Temperature Dependence of Internal Stress and Crystal Growth of Dilute Cu Alloy Films

Abstract

Annealing behavior of dilute Cu-X alloys (adding element X = transition metal and rare-earth metal with less than 3 at %) was investigated in terms of resistivity, internal stress, grain growth and hillock formation. The resistivity increases with addition of impurities regardless of kinds of adding elements. Generally, resistivity starts to decrease on annealing above 200 °C. Among present Cu dilute alloys, Sn addition shows the lowest resistivity 2.5 μΩcm on annealing at 400 °C. However, compared with a pure Cu film, salient grain growth of present dilute alloys does not takes place even at temperatures above 300 °C , where the grain size is nearly the same as that of as-deposited films.

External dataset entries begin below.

def _thickness_and_slag(f: dict) -> tuple[float, float]:
    """An opening's mean thickness (area / greatest, mm) and how slag-like its walls are (0..1: tint, irregular walls).

    The second value only keeps a tinted, irregular opening of crack-like
    proportions from being called a crack; whether a rounded opening is a pore
    or slag is :func:`_slag_probability`'s.
    """
    thick = f["area_mm2"] / max(f["greatest_mm"], 1e-6)
    slag = _sigmoid((f.get("tint", 0.0) - 3.0) / 1.0) * 0.6 + _sigmoid((0.86 - f["solidity"]) / 0.04) * 0.4
    return thick, slag


#: Logistic weights of :func:`_slag_probability` (raw feature units).  Slag laid open is
#: tinted (brown, glassy), mottled inside, less regular in outline and less round than an
#: opened pore, whose smooth cavity is also darker (common practice).  Fitted (L2 penalty 3
#: on standardised features) on the matched rounded openings of 70 seeded synthetic bend
#: photos (surfaces.bench.generated_set, seed 600000, bend only, 2-5 MP; seeds disjoint from
#: the dev, test and benchmark sets): 80 pores and slag inclusions, 95 % told apart there;
#: on the dev set's 15, 87 % (the former tint/solidity thresholds: 47 %).
SLAG_WEIGHTS = {"bias": 17.49, "log1p_tint": 0.864, "solidity": -20.34, "mottle": 17.17, "log_aspect": 7.568,
                "contrast": -3.897}
SLAG_ASPECT_MAX = 2.2
#: An opening spanning fewer photo pixels than this has no shape the photo resolves (a
#: crack two pixels wide looks round): its crack share is at least :data:`UNRESOLVED_CRACK_SHARE`.
#: On the synthetic bend photos above and the dev set, 5 of the 22 rounded openings under
#: 8 photo pixels were cracks, none of the 78 larger ones.
UNRESOLVED_PX = 8.0
UNRESOLVED_CRACK_SHARE = 0.25


def _slag_probability(f: dict) -> float:
    """Probability that a rounded opening is slag laid open rather than an opened pore (see :data:`SLAG_WEIGHTS`)."""
    w = SLAG_WEIGHTS
    # the openings it was fitted on were at most 2.2 times as long as wide: no further
    aspect = min(max(float(f["aspect"]), 1.0), SLAG_ASPECT_MAX)
    z = (w["bias"] + w["log1p_tint"] * math.log1p(max(float(f.get("tint", 0.0)), 0.0)) + w["solidity"] * float(f["solidity"])
         + w["mottle"] * float(f["mottle"]) + w["log_aspect"] * math.log(aspect) + w["contrast"] * float(f["contrast"]))
    return _sigmoid(z)


def bend_kind_shares(f: dict, kind: str) -> dict:
    """How much an opening looks like each kind: shares summing to 1, the chosen ``kind`` largest.

    The crack share is a soft version of the thinness thresholds of
    :func:`_bend_kind`, at least :data:`UNRESOLVED_CRACK_SHARE` when the
    opening spans fewer than :data:`UNRESOLVED_PX` photo pixels (feature
    ``photo_px_per_mm``); the rest is split between slag and pore by
    :func:`_slag_probability`.  The runner-up kind and its share are recorded
    with the detection and the judge tries the opening as that kind too.
    """
    a = float(f["aspect"])
    thick, _ = _thickness_and_slag(f)
    slag = _slag_probability(f)
    crack = max(_sigmoid((a - 2.2) / 0.4), _sigmoid((0.3 - thick) / 0.05) * _sigmoid((a - 1.8) / 0.3))
    ppm = float(f.get("photo_px_per_mm", math.nan))
    if math.isfinite(ppm):
        crack = max(crack, UNRESOLVED_CRACK_SHARE * _sigmoid((UNRESOLVED_PX - float(f["greatest_mm"]) * ppm) / 0.75))
    raw = {"crack": crack, "inclusion": (1.0 - crack) * slag, "pore": (1.0 - crack) * (1.0 - slag)}
    top = max(v for k, v in raw.items() if k != kind)
    raw[kind] = max(raw[kind], top + 1e-3)  # the rules chose this kind: it stays first
    tot = sum(raw.values())
    return {k: round(v / tot, 4) for k, v in raw.items()}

In-situ surface observation using an atomic force microscope (AFM ) revealed that hillocks did not grow on cooling stage (under tension), but started to form on heating stage (under compression). The scanning electron microscopy (SEM) observation of hillocks thus formed in present dilute alloy films shows that the external appearance of these defects was quite different from those observed in Al and Al alloy films. They most likely grow with a preferential crystal plane, not irregular growth like Al and Al alloy films. The internal stresses in most of the present as-deposited dilute Cu alloy films were nearly zero or compression of –25 to –100MPa, and upon annealing, they started to increase in tensile manner due to thermal stresses induced by the mismatch of the thermal expansion between substrates and deposited films. A large stress relaxation started to occur above 250°C, associating with a large number of hillock formation.